Alex: Yes, and the people they were needing to negotiate with were often under enormous pressure themselves. There was an inbuilt tension wasn’t there? The company made money from selling new software products, so that was their priority, and it meant there was almost constantly a struggle. They were often spread pretty thinly. They had to split themselves between making sure resources were available for new developments, as well as retaining sufficient man- power for fixing bugs in software that had already been released. So what we taught the customer services engineers to be able to do was to assertively challenge these pressurized and put-upon managers. We taught them to feel more comfortable talking about how worried they were about the risks of customers leaving if they didn’t feel sufficiently looked after.
Phil: So they’d go to the head of the software development department and say, “I’ve got this customer who’s really in trouble because of the software.

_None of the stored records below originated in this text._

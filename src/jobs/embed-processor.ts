import { join } from 'node:path';
import { EmbeddingCache } from './embedding-cache.js';
import { embedShard, modelForJob } from './embedding-step.js';
import type { ProcessorContext } from './processor.js';
import type { EmbedSpec } from './task.js';

/**
 * One shard of a job's embedding: a child task that any worker (or embedded thread) can run, so
 * N workers share one dataset's embedding. Its parent selection joins the shards, and embeds
 * itself any shard that is missing (a failed or cancelled child).
 */
export async function embedProcessor(ctx: ProcessorContext): Promise<void> {
  const { store, ref } = ctx;
  const spec = await store.readSpec<EmbedSpec>(ref);
  // Cancelling the parent job stops its shards too.
  if (await store.cancelRequested({ kind: 'job', tenant: ref.tenant, id: spec.parentJobId })) await store.requestCancel(ref);
  const cache = new EmbeddingCache(join(store.embeddingsDir(ref.tenant, spec.datasetId), spec.embedding.cacheKey));
  const thumbs = join(store.storeDir(ref.tenant), spec.datasetId, 'thumbs');
  const model = await modelForJob(ctx.modelsDir, spec.embedding);
  await embedShard(ctx, cache, thumbs, model, { start: spec.start, count: spec.count }, (done) => ctx.onProgress({ phase: 'embed', fraction: done / spec.count }));
  ctx.onProgress({ phase: 'embed', fraction: 1 });
}
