describe('compute backend conformance', () => {
  describe.each(BACKENDS)('%s', (_name, make) => {
    let be: ComputeBackend;
    beforeAll(async () => {
      be = await make();
    });
    afterAll(async () => be.dispose());

    describe.each(CASES)('$name', (c) => {
      const { n, k, d, x, p } = c;
      const ref = truth(c);

      it('sqDistances: within the cancellation bound, never negative', async () => {
        const got = await be.sqDistances(x, n, p, k, d);
        expectClose('sqDistances', got, ref.s, (i) => ref.tol[i]);
        expect(got.every((v) => v >= 0)).toBe(true);
      });

      it.each(KERNELS)('kernelMatrix(Prepared), kernelColumnSums, kernelSums, dataTerm(Prepared): %o', async (kernel) => {
        const want = await kernelTruth(c, kernel);
        const h = await be.kernelMatrix(x, n, p, k, d, kernel);
        expect(h).toBeInstanceOf(Float64Array);
        expectClose('kernelMatrix', h, want.h, (i) => want.hTol[i]);
        expectClose('kernelMatrixPrepared', await be.kernelMatrixPrepared(prepareRows(x, n, d), n, p, k, d, kernel), want.h, (i) => want.hTol[i]);
        const sums = await be.kernelColumnSums(x, n, p, k, d, kernel);
        expectClose('kernelColumnSums', sums, want.stats.hSum, (j) => want.hSumTol[j]);
        const both = await be.kernelSums(x, n, p, k, d, kernel);
        expectClose('kernelSums.colSums', both.colSums, want.stats.hSum, (j) => want.hSumTol[j]);
        const rowWant = Array.from({ length: n }, (_, i) => want.h.slice(i * k, i * k + k).reduce((a, b) => a + b, 0));
        const rowTol = (i: number) => want.h.slice(i * k, i * k + k).reduce((a, b, j) => a + REL_SUM * Math.abs(b) + want.hTol[i * k + j], 0);
        expectClose('kernelSums.rowSums', both.rowSums, rowWant, rowTol);
        const prepared = await be.dataTermPrepared(prepareRows(x, n, d), n, p, k, d, kernel);
        expectClose('dataTermPrepared.hSum', prepared.hSum, want.stats.hSum, (j) => want.hSumTol[j]);
        expectClose('dataTermPrepared.gSum', prepared.gSum, want.stats.gSum, (j) => want.gSumTol[j]);
        expectClose('dataTermPrepared.gx', prepared.gx, want.stats.gx, (q) => want.gxTol[q]);
        const stats = await be.dataTerm(x, n, p, k, d, kernel);
        expectClose('dataTerm.hSum', stats.hSum, want.stats.hSum, (j) => want.hSumTol[j]);
        expectClose('dataTerm.gSum', stats.gSum, want.stats.gSum, (j) => want.gSumTol[j]);
        expectClose('dataTerm.gx', stats.gx, want.stats.gx, (q) => want.gxTol[q]);
      });

      it('assign: the argmin of its own sqDistances and of the reference, up to rounding ties', async () => {
        const kernel = KERNELS[(n + k) % KERNELS.length];
        const got = await be.assign(x, n, p, k, d, kernel);
        const own = await be.sqDistances(x, n, p, k, d);
        const want = await new ReferenceBackend().assign(x, n, p, k, d, kernel);
        for (let i = 0; i < n; i++) {
          const [gi, ri, row] = [got.index[i], want.index[i], i * k];
          const ownMin = Math.min(...own.subarray(row, row + k));
          // Two float32 evaluations of the same distance (one call may be split into row blocks,
          // which changes the Gemm's rounding) agree within the cancellation bound, not bitwise.
          const tol = ref.tol[row + gi];
          expect(own[row + gi] - ownMin, `row ${i}: index ${gi} is not a minimum of sqDistances`).toBeLessThanOrEqual(tol);
          expect(Math.abs(got.sqDist[i] - own[row + gi]), `row ${i}: sqDist vs sqDistances`).toBeLessThanOrEqual(tol);
          for (let j = 0; j < gi; j++) expect(ref.s64[row + j], `row ${i}: exact tie with lower point ${j}`).not.toBe(ref.s64[row + gi]);
          // Versus the reference, a different index is only acceptable when the true distances tie within rounding.
          const tie = tol + ref.tol[row + ri];
          expect(Math.abs(ref.s[row + gi] - ref.s[row + ri]), `row ${i}: ${gi} vs reference ${ri}`).toBeLessThanOrEqual(tie);
          expect(Math.abs(got.sqDist[i] - want.sqDist[i])).toBeLessThanOrEqual(tie);
        }
        expect(got.hSum).not.toBeNull();
        const kt = await kernelTruth(c, kernel);
        expectClose('assign.hSum', got.hSum!, want.hSum!, (j) => kt.hSumTol[j]);
        expect((await be.assign(x, n, p, k, d)).hSum).toBeNull();
      });

      it.each([1, Math.min(5, n), n])('nearestRows m=%i: sorted, ties by lower row, equal to reference up to ties', async (m) => {
        const got = await be.nearestRows(x, n, p, k, d, m);
        const want = await new ReferenceBackend().nearestRows(x, n, p, k, d, m);
        expect(got.index.length).toBe(k * m);
        for (let j = 0; j < k; j++) {
          const seen = new Set<number>();
          for (let r = 0; r < m; r++) {
            const q = j * m + r;
            const [gi, ri] = [got.index[q], want.index[q]];
            expect(gi >= 0 && gi < n && !seen.has(gi), `point ${j} rank ${r}: bad or repeated row ${gi}`).toBe(true);
            seen.add(gi);
            if (r > 0) {
              expect(got.sqDist[q], `point ${j} rank ${r}: ascending`).toBeGreaterThanOrEqual(got.sqDist[q - 1]);
              // Exact ties (repeated rows) in lower-row order; float32-only ties may follow float64 order.
              const prev = got.index[q - 1];
              const exactTie = got.sqDist[q] === got.sqDist[q - 1] && ref.s64[gi * k + j] === ref.s64[prev * k + j];
              if (exactTie) expect(gi, `point ${j} rank ${r}: tie order`).toBeGreaterThan(prev);
            }
            // Rows may differ from the reference only where their true distances tie within rounding.
            const tie = ref.tol[gi * k + j] + ref.tol[ri * k + j];
            expect(Math.abs(ref.s[gi * k + j] - ref.s[ri * k + j]), `point ${j} rank ${r}: row ${gi} vs ${ri}`).toBeLessThanOrEqual(tie);
            expect(Math.abs(got.sqDist[q] - ref.s[gi * k + j])).toBeLessThanOrEqual(ref.tol[gi * k + j]);
          }
        }
      });

      it('gemm: all four transposes against the reference', async () => {
        // x (n×d) · pᵀ (d×k), with each operand stored either way round.
        const xt = transpose(x, n, d);
        const pt = transpose(p, k, d);
        const want = await new ReferenceBackend().gemm(x, n, d, p, k, d, false, true);
        const rowAbs = norms(x, n, d).map(Math.sqrt);
        const colAbs = norms(p, k, d).map(Math.sqrt);
        const tol = (q: number) => 4 * d * EPS32 * rowAbs[Math.floor(q / k)] * colAbs[q % k] + 1e-30;
        expectClose('gemm nt', await be.gemm(x, n, d, p, k, d, false, true), want, tol);
        expectClose('gemm nn', await be.gemm(x, n, d, pt, d, k, false, false), want, tol);
        expectClose('gemm tn', await be.gemm(xt, d, n, pt, d, k, true, false), want, tol);
        expectClose('gemm tt', await be.gemm(xt, d, n, p, k, d, true, true), want, tol);
      });
    });

    it('gemm: a hand-checked 2×3 · 3×2 product, every transpose', async () => {
      const a = Float32Array.of(1, 2, 3, 4, 5, 6); // [[1,2,3],[4,5,6]]
      const b = Float32Array.of(7, 8, 9, 10, 11, 12); // [[7,8],[9,10],[11,12]]
      const want = [58, 64, 139, 154];
      expect(Array.from(await be.gemm(a, 2, 3, b, 3, 2, false, false))).toEqual(want);
      expect(Array.from(await be.gemm(transpose(a, 2, 3), 3, 2, b, 3, 2, true, false))).toEqual(want);
      expect(Array.from(await be.gemm(a, 2, 3, transpose(b, 3, 2), 2, 3, false, true))).toEqual(want);
      expect(Array.from(await be.gemm(transpose(a, 2, 3), 3, 2, transpose(b, 3, 2), 2, 3, true, true))).toEqual(want);
      // Aᵀ·Bᵀ = (BA)ᵀ: a 3×3 result from the same stored operands.
      expect(Array.from(await be.gemm(a, 2, 3, b, 3, 2, true, true))).toEqual([39, 49, 59, 54, 68, 82, 69, 87, 105]);
    });

    it('accepts views: offset subarrays, longer buffers, SharedArrayBuffer', async () => {
      const c = CASES[3];
      const want = await be.dataTerm(c.x, c.n, c.p, c.k, c.d, KERNELS[0]);
      const backing = new Float32Array(c.x.length + 13);
      backing.set(c.x, 5);
      const shared = new Float32Array(new SharedArrayBuffer(c.p.length * 4 + 64));
      shared.set(c.p);
      const got = await be.dataTerm(backing.subarray(5), c.n, shared, c.k, c.d, KERNELS[0]);
      expect(Array.from(got.gx)).toEqual(Array.from(want.gx));
      expect(Array.from(got.hSum)).toEqual(Array.from(want.hSum));
    });
  });

  describe('OnnxBackend specifics', () => {
    let be: OnnxBackend;
    beforeAll(async () => {
      be = await OnnxBackend.create({ minWork: 0, threads: 1 });
    });
    afterAll(async () => be.dispose());

    it('warmUp runs every graph; results are unchanged afterwards', async () => {
      const c = CASES[4];
      const before = await be.assign(c.x, c.n, c.p, c.k, c.d);
      await be.warmUp([{ n: 9, k: 3, d: 2, m: 9 }]);
      const after = await be.assign(c.x, c.n, c.p, c.k, c.d);
      expect(Array.from(after.index)).toEqual(Array.from(before.index));
    });

    it('rejects bad arguments with catalogue codes', async () => {
      const x = new Float32Array(6);
      await expect(be.sqDistances(x, 3, x, 4, 2)).rejects.toMatchObject({ code: 'DIMENSION_MISMATCH' });
      await expect(be.nearestRows(x, 3, x, 1, 2, 4)).rejects.toMatchObject({ code: 'INVALID_ARGUMENT' });
      await expect(be.dataTerm(x, 3, x, 3, 2, { kind: 'gaussian', sigma: 0 })).rejects.toBeInstanceOf(CairnError);
      await expect(be.gemm(x, 2, 3, x, 2, 3, false, false)).rejects.toMatchObject({ code: 'DIMENSION_MISMATCH' });
      await expect(OnnxBackend.create({ threads: 0 })).rejects.toMatchObject({ code: 'INVALID_ARGUMENT' });
    });

    it('empty shapes and the tiny-call route give the reference results', async () => {
      const empty = await be.assign(new Float32Array(0), 0, new Float32Array(4), 2, 2);
      expect(empty.index.length).toBe(0);
      const sums = await be.kernelColumnSums(new Float32Array(0), 0, new Float32Array(4), 2, 2, KERNELS[0]);
      expect(Array.from(sums)).toEqual([0, 0]);
      const routed = await createBackend('onnx', { minWork: 1e9 });
      const c = CASES[2];
      expect(await routed.sqDistances(c.x, c.n, c.p, c.k, c.d)).toEqual(sqDistancesSync(c.x, c.n, c.p, c.k, c.d));
      await routed.dispose();
    });

    it('is unusable after dispose', async () => {
      const other = await OnnxBackend.create({ minWork: 0 });
      await other.dispose();
      await expect(other.sqDistances(new Float32Array(2), 1, new Float32Array(2), 1, 2)).rejects.toMatchObject({ code: 'COMPUTE_BACKEND_FAILED' });
    });
  });
});

function transpose(m: Float32Array, rows: number, cols: number): Float32Array {
  const out = new Float32Array(rows * cols);
  for (let i = 0; i < rows; i++) for (let j = 0; j < cols; j++) out[j * rows + i] = m[i * cols + j];
  return out;
}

It needs fixing straight away. I need time with one of your engineers on this.” And the chap would say, “Like to help, but sorry, all my people are tied up.
Alex: Well yes, that was fairly typical. What they needed to do was to empathise with the manager, in order that he felt understood by them, rather than just pilloried. So we got them to say things like, “I realize how stressful all this must be for you, trying to juggle all the work that’s coming in. It must be difficult for you to even think about sparing anybody right now.”

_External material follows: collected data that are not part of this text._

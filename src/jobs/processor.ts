import type { TaskStore } from './task-store.js';
import type { TaskProgress, TaskRef } from './task.js';

/** What a processor gets for one attempt of one task. */
export interface ProcessorContext {
  store: TaskStore;
  ref: TaskRef;
  /** Aborted on cancellation or shutdown; the processor stops at its next check. */
  signal: AbortSignal;
  onProgress: (p: TaskProgress) => void;
  /** ORT intra-op threads for this task's kernels (0: every core). */
  computeThreads: number;
  checkpointEveryMs: number;
  /** Bytes a selection may hold in copies of its rows (SelectContext.memoryBudgetBytes); unset: no limit. */
  memoryBudgetBytes?: number;
  /** Folder of the embedding models (a model's .onnx and .json description). */
  modelsDir: string;
  /** Rows per shard of a selection's full passes (see pass-shards.ts); 0: no shards. */
  passShardRows: number;
  /** Hands tasks to the queue, for other workers to run (absent where no other worker would). */
  spawn?: (refs: TaskRef[]) => Promise<void>;
  /** Takes spawned tasks that have not started out of the queue (their work is done or moot). */
  withdraw?: (refs: TaskRef[]) => Promise<void>;
}

/** Runs one task to completion, writing its outputs into the task folder; throws on failure. */
export type Processor = (ctx: ProcessorContext) => Promise<void>;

Phil: To which they would receive the answer, “Yes it is, and I’m too busy to carry on this conversation any further, goodbye.”
Alex: So in response to something like that we taught them to ratchet up their assertiveness by saying, “I’m alarmed about the consequences of us not adequately supporting this big customer, because I’m afraid that they might leave”.

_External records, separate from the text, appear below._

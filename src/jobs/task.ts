import type { SelectOptionsInput } from '../core/options.js';
import type { SelectPhase } from '../core/result.js';
import type { ReadOptionOverrides } from '../data/read-options.js';
import type { DatasetFormat } from '../data/reader.js';
import type { ErrorCode } from '../errors.js';

/**
 * A task is one unit of queued work: ingesting an uploaded dataset, running a selection, or a
 * shard of a selection's work (rows to embed, a range of a full pass). Each
 * lives in its own folder (see TaskStore) holding spec.json (written once, when it is created),
 * state.json (written by whoever runs it) and its outputs, so the API, the embedded queue and any
 * number of workers sharing the data folder agree on it without a database.
 */
export type TaskKind = 'dataset' | 'job' | 'embed' | 'pass';

export const TASK_KINDS: readonly TaskKind[] = ['dataset', 'job', 'embed', 'pass'];

export interface TaskRef {
  kind: TaskKind;
  tenant: string;
  id: string;
}

export interface IngestSpec {
  kind: 'dataset';
  /** The client's file name (shown back; never used as a path). */
  sourceName: string;
  sourceBytes: number;
  format?: DatasetFormat;
  read: ReadOptionOverrides;
  name?: string;
  createdAt: string;
}

/** Which embedding a selection runs on, fixed when the job is created. */
export interface EmbeddingChoice {
  model: string;
  /** SHA-256 of the model file the job was created with: a replaced file is a different embedding. */
  modelSha256: string;
  normalize: boolean;
  /** Folder name of the cached embedding (see embedding-cache.ts). */
  cacheKey: string;
  /** Row ranges embedded by the job's shard tasks (children that run before it, on any worker). */
  shards: Array<{ id: string; start: number; count: number }>;
}

/** Items that already count as representatives: ids in the job's dataset, or in another one. */
export interface FixedChoice {
  ids: string[];
  /** The dataset the ids belong to; default the job's own. */
  datasetId: string;
}

/** An earlier job to stay close to (stable re-selection). */
export interface PreviousChoice {
  jobId: string;
  strength?: number;
}

export interface SelectSpec {
  kind: 'job';
  datasetId: string;
  options: SelectOptionsInput;
  embedding?: EmbeddingChoice;
  fixed?: FixedChoice;
  previous?: PreviousChoice;
  name?: string;
  createdAt: string;
}

/** One shard of an embedding: rows start..start+count−1 of a dataset, run as a child of a selection job. */
export interface EmbedSpec {
  kind: 'embed';
  datasetId: string;
  parentJobId: string;
  embedding: Omit<EmbeddingChoice, 'shards'>;
  start: number;
  count: number;
  createdAt: string;
}

/**
 * One shard of a full pass of a running selection: rows start..start+count−1 (see
 * src/jobs/pass-shards.ts). The pass itself is in the job's folder, under passes/<pass>/.
 */
export interface PassSpec {
  kind: 'pass';
  parentJobId: string;
  pass: string;
  shard: number;
  start: number;
  count: number;
  createdAt: string;
}

export type TaskSpec = IngestSpec | SelectSpec | EmbedSpec | PassSpec;

export type TaskStatus = 'queued' | 'running' | 'completed' | 'failed' | 'cancelled';

export interface TaskProgress {
  phase: SelectPhase | 'queued' | 'ingest' | 'embed';
  /** Overall fraction done, 0..1 (approximate). */
  fraction: number;
  iteration?: number;
  maxIterations?: number;
  /** Running estimate of D² during the descent. */
  loss?: number;
  etaSeconds?: number;
}

export interface TaskError {
  code: ErrorCode;
  message: string;
  details: Record<string, unknown>;
}

export interface TaskState {
  status: TaskStatus;
  /** 1-based attempt that wrote this state (0 while never started). */
  attempt: number;
  progress: TaskProgress;
  /** The error that ended the task, or the last transient one while it waits for a retry. */
  error: TaskError | null;
  startedAt: string | null;
  finishedAt: string | null;
  updatedAt: string;
  /** Host and process id that ran (or runs) the latest attempt, for operators. */
  runner?: { host: string; pid: number };
}

/** The error code a cancelled task of this kind ends with (embedding and pass shards are parts of a selection job). */
export function cancelledCode(kind: TaskKind): 'DATASET_INGEST_CANCELLED' | 'SELECTION_CANCELLED' {
  return kind === 'dataset' ? 'DATASET_INGEST_CANCELLED' : 'SELECTION_CANCELLED';
}

export const FINAL_STATUSES: readonly TaskStatus[] = ['completed', 'failed', 'cancelled'];

export function isFinal(status: TaskStatus): boolean {
  return FINAL_STATUSES.includes(status);
}

/** A task's key in maps and queue job names: `<kind>:<tenant>:<id>` (kinds and tenants contain no ':'). */
export function taskKey(ref: TaskRef): string {
  return `${ref.kind}:${ref.tenant}:${ref.id}`;
}
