/**
 * The processor of a shard task: computes its shard from the stored rows through the pass's
 * recipe, unless the job or another worker has claimed it, and then any shard still unclaimed,
 * from the last one down (the job works from the first one up), so a worker that is free early
 * takes a fair share whatever order the queue hands out the tasks in. A shard task whose pass is
 * over (done, or its job gone) removes its own task folder and ends.
 */
export async function passProcessor(ctx: ProcessorContext): Promise<void> {
  const { store, ref } = ctx;
  const spec = await store.readSpec<PassSpec>(ref);
  const parent: TaskRef = { kind: 'job', tenant: ref.tenant, id: spec.parentJobId };
  const dir = join(store.dir(parent), 'passes', spec.pass);
  const text = await readFile(join(dir, 'pass.json'), 'utf8').catch(() => null);
  if (text === null || (await store.cancelRequested(parent))) {
    await store.remove(ref).catch(() => undefined);
    return;
  }
  const pass = JSON.parse(text) as PassFile;
  if (await pathExists(claimPath(dir, spec.shard))) {
    // Taken already: worth starting the compute backend only if some shard is still free.
    let free = false;
    for (let i = 0; i < pass.shards.length && !free; i++) free = !(await pathExists(claimPath(dir, i)));
    if (!free) return;
  }
  const pointsBuf = await readFile(join(dir, 'points.f32'));
  const points = new Float32Array(pointsBuf.buffer, pointsBuf.byteOffset, pointsBuf.byteLength / 4);
  const source = await openSource(store, ref.tenant, pass);
  try {
    const backend = await createBackend('onnx', { ...(ctx.computeThreads > 0 ? { threads: ctx.computeThreads } : {}), memoryArena: false });
    try {
      const recipe: SpaceRecipe = {
        shift: Float32Array.from(pass.recipe.shift),
        scale: pass.recipe.scale ? Float32Array.from(pass.recipe.scale) : null,
        axes: pass.recipe.axes ? Float32Array.from(pass.recipe.axes) : null,
        cols: pass.recipe.cols,
      };
      const read = spaceBlockReader(source, recipe, backend);
      const order = [spec.shard, ...pass.shards.map((_, i) => pass.shards.length - 1 - i).filter((i) => i !== spec.shard)];
      let done = 0;
      for (const i of order) {
        if (ctx.signal.aborted || !(await pathExists(dir))) break;
        if (!(await claim(dir, i))) continue;
        const { start, count } = pass.shards[i];
        const part = await withHeartbeat(claimPath(dir, i), () =>
          pass.op === 'nearest'
            ? nearestInRange(read, backend, points, pass.k, pass.cols, pass.m, start, count).then(encodeCandidates)
            : assignInRange(read, backend, pass.kernel!, points, pass.k, pass.cols, start, count).then(encodeAssignPart),
        );
        // The pass may have ended meanwhile (the job took the shard over): then there is nowhere to write.
        if (await pathExists(dir)) await writeFileAtomic(partPath(dir, i), part).catch(() => undefined);
        ctx.onProgress({ phase: pass.op === 'nearest' ? 'snap' : 'coverage', fraction: ++done / pass.shards.length });
      }
    } finally {
      await backend.dispose();
    }
  } finally {
    closeRows(source);
  }
}

/** The job's rows in the source space, read from their file block by block (a shard holds one block at a time). */
async function openSource(store: TaskStore, tenant: string, pass: PassFile): Promise<RowSource> {
  if (pass.source.kind === 'dataset') return openDataset(store.storeDir(tenant), pass.source.datasetId).rowSource(0);
  const cache = new EmbeddingCache(join(store.embeddingsDir(tenant, pass.source.datasetId), pass.source.cacheKey));
  return openRows(cache.matrixPath, pass.rows, pass.sourceCols, 0);
}

function partPath(dir: string, shard: number): string {
  return join(dir, `${shard}.part`);
}

function claimPath(dir: string, shard: number): string {
  return join(dir, `${shard}.claim`);
}

/** Creates the shard's claim file; false when someone else did first (or the pass is over). */
async function claim(dir: string, shard: number): Promise<boolean> {
  try {
    const fh = await open(claimPath(dir, shard), 'wx');
    await fh.writeFile(JSON.stringify({ host: hostname(), pid: process.pid, thread: threadId } satisfies Claimant));
    await fh.close();
    return true;
  } catch (err) {
    const code = (err as NodeJS.ErrnoException).code;
    if (code === 'EEXIST' || code === 'ENOENT') return false;
    throw err;
  }
}

async function claimant(dir: string, shard: number): Promise<Claimant> {
  try {
    const c = JSON.parse(await readFile(claimPath(dir, shard), 'utf8')) as Claimant;
    return { host: String(c.host), pid: Number(c.pid), thread: Number(c.thread) };
  } catch {
    return { host: 'unknown', pid: 0, thread: 0 };
  }
}

/** Runs `work`, touching the claim file meanwhile so that the parent knows its claimant lives. */
async function withHeartbeat<T>(path: string, work: () => Promise<T>): Promise<T> {
  const timer = setInterval(() => {
    const now = new Date();
    void utimes(path, now, now).catch(() => undefined);
  }, HEARTBEAT_MS);
  try {
    return await work();
  } finally {
    clearInterval(timer);
  }
}

function checkAbort(signal: AbortSignal): void {
  if (signal.aborted) throw new CairnError('SELECTION_CANCELLED');
}

// Parts on disk: the arrays one after the other, in the machine's byte order (little-endian on
// every platform Node runs on); the reader knows the shapes from pass.json.

function encodeCandidates(c: CandidateLists): Uint8Array {
  return concatBytes([c.index, c.sqDist]);
}

function decodeCandidates(b: Buffer, k: number, M: number): CandidateLists {
  const bytes = copyAligned(b);
  return { index: new Int32Array(bytes, 0, k * M), sqDist: new Float32Array(bytes, k * M * 4, k * M), m: M };
}

function encodeAssignPart(p: AssignPart): Uint8Array {
  return concatBytes([p.assignment, p.distance, p.blockSums]);
}

function decodeAssignPart(b: Buffer, start: number, count: number, k: number): AssignPart {
  const bytes = copyAligned(b);
  const sums = Math.ceil(count / PASS_BLOCK_ROWS) * k;
  if (bytes.byteLength !== count * 8 + sums * 8) throw new Error(`a pass part of ${count} rows holds ${bytes.byteLength} bytes`);
  return { start, count, assignment: new Int32Array(bytes, 0, count), distance: new Float32Array(bytes, count * 4, count), blockSums: new Float64Array(bytes, count * 8, sums) };
}

function concatBytes(arrays: Array<Int32Array | Float32Array | Float64Array>): Uint8Array {
  const out = new Uint8Array(arrays.reduce((s, a) => s + a.byteLength, 0));
  let at = 0;
  for (const a of arrays) {
    out.set(new Uint8Array(a.buffer, a.byteOffset, a.byteLength), at);
    at += a.byteLength;
  }
  return out;
}

/** The bytes in a fresh ArrayBuffer (typed views need aligned offsets; a Buffer from the pool may not be). */
function copyAligned(b: Buffer): ArrayBuffer {
  const out = new ArrayBuffer(b.byteLength);
  new Uint8Array(out).set(b);
  return out;
}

Phil: So we were training them to be more difficult to say not to, on the part of the people within their own organization. We were training them to fight more successfully on behalf of the customer with their own internal resources.
Alex: That’s right.
Phil: And the two things seemed to go very comfortably hand in hand didn’t they. On the one hand training them to be more understanding as well as more firm with customers, coupled with them being able to be understanding and yet very hard to say not to by their own internal people.
Alex: It didn’t work every single time, because occasionally they did need to go back to their customers and say, “Unfortunately, with the best will in the world, we’ve been told no. This particular bug, or this particular ticket, although it might be frustrating or irritating for you, it’s so far down the list of priorities, realistically it’s not actually going to be able to be attended to for quite some time, just yet.” They did occasionally have those uncomfortable conversations where they had to say “no” to a customer.
Phil: So, that was another thing they wanted a bit of help with wasn’t it. Which was how to say “no”. How to handle those very difficult confrontations w here they had to on the one hand disappoint the customer, and on the other hand do it in a way which didn’t damage the relationship with the customer.
Alex: I suspect that actually this topic of saying “no” without it jeapardising your reputation or your career, might be a suitable topic for another podcast. I think there’s a lot of mileage there. We might actually do that fairly soon.